[Opening RECORDED DATA section]

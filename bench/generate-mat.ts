// Writes a bench recording as a level 5 MAT-file (MathWorks, "MAT-File Format"): one int16 variable, samples × channels
// (MATLAB's usual layout) or channels × samples, compressed as MATLAB's default -v7 or stored as -v6, and the rate.
import { readFileSync, writeFileSync } from 'node:fs';
import { deflateSync } from 'node:zlib';

const element = (type: number, data: Buffer) => {
  const tag = Buffer.alloc(8);
  tag.writeUInt32LE(type, 0);
  tag.writeUInt32LE(data.length, 4);
  return Buffer.concat([tag, data, Buffer.alloc((8 - (data.length % 8)) % 8)]);
};
const int32s = (...v: number[]) => { const b = Buffer.alloc(4 * v.length); v.forEach((x, i) => b.writeInt32LE(x, 4 * i)); return b; };

/** A 2-D array (miMATRIX) of class `cls` whose values are stored as data type `type`, column by column. */
function array(name: string, cls: number, type: number, dims: [number, number], values: Buffer): Buffer {
  return element(14, Buffer.concat([element(6, Buffer.from([cls, 0, 0, 0, 0, 0, 0, 0])), element(5, int32s(...dims)), element(1, Buffer.from(name, 'latin1')), element(type, values)]));
}

/** The samples of a 16-bit PCM WAV written by writeLongWav (a 44-byte header), as a MAT-file's `data` and `fs`. */
export function wavAsMat(wav: string, path: string, { channels, sampleRate, compress, rowsAreChannels = false }: { channels: number; sampleRate: number; compress: boolean; rowsAreChannels?: boolean }): void {
  const pcm = readFileSync(wav).subarray(44);
  const frames = pcm.length / (2 * channels);
  // MATLAB stores column by column: channels × samples keeps the WAV's interleaving, samples × channels puts each channel together.
  let values = pcm;
  if (!rowsAreChannels) {
    values = Buffer.alloc(pcm.length);
    for (let c = 0; c < channels; c++) for (let i = 0; i < frames; i++) values.writeInt16LE(pcm.readInt16LE(2 * (i * channels + c)), 2 * (c * frames + i));
  }
  const data = array('data', 10, 3, rowsAreChannels ? [channels, frames] : [frames, channels], values);
  const fs = Buffer.alloc(8);
  fs.writeDoubleLE(sampleRate);
  const rate = array('fs', 6, 9, [1, 1], fs);
  const header = Buffer.concat([Buffer.from('MATLAB 5.0 MAT-file, quern bench'.padEnd(116, ' '), 'latin1'), Buffer.alloc(8), Buffer.from([0, 1]), Buffer.from('IM', 'latin1')]);
  // A compressed element is the zlib stream of the whole array element, not padded (as MATLAB writes it).
  const stored = (el: Buffer) => {
    if (!compress) return el;
    const z = deflateSync(el), tag = Buffer.alloc(8);
    tag.writeUInt32LE(15, 0);
    tag.writeUInt32LE(z.length, 4);
    return Buffer.concat([tag, z]);
  };
  writeFileSync(path, Buffer.concat([header, stored(data), stored(rate)]));
}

[Closing RECORDED DATA section]

WHAT THE TASK REQUIRES:
Write out exactly the lines of the entries above that run from the line containing "const z = deflateSync(el), tag" through the last line, including both.

RESULT BELOW:
    const z = deflateSync(el), tag = Buffer.alloc(8);
    tag.writeUInt32LE(15, 0);
    tag.writeUInt32LE(z.length, 4);
    return Buffer.concat([tag, z]);
  };
  writeFileSync(path, Buffer.concat([header, stored(data), stored(rate)]));
}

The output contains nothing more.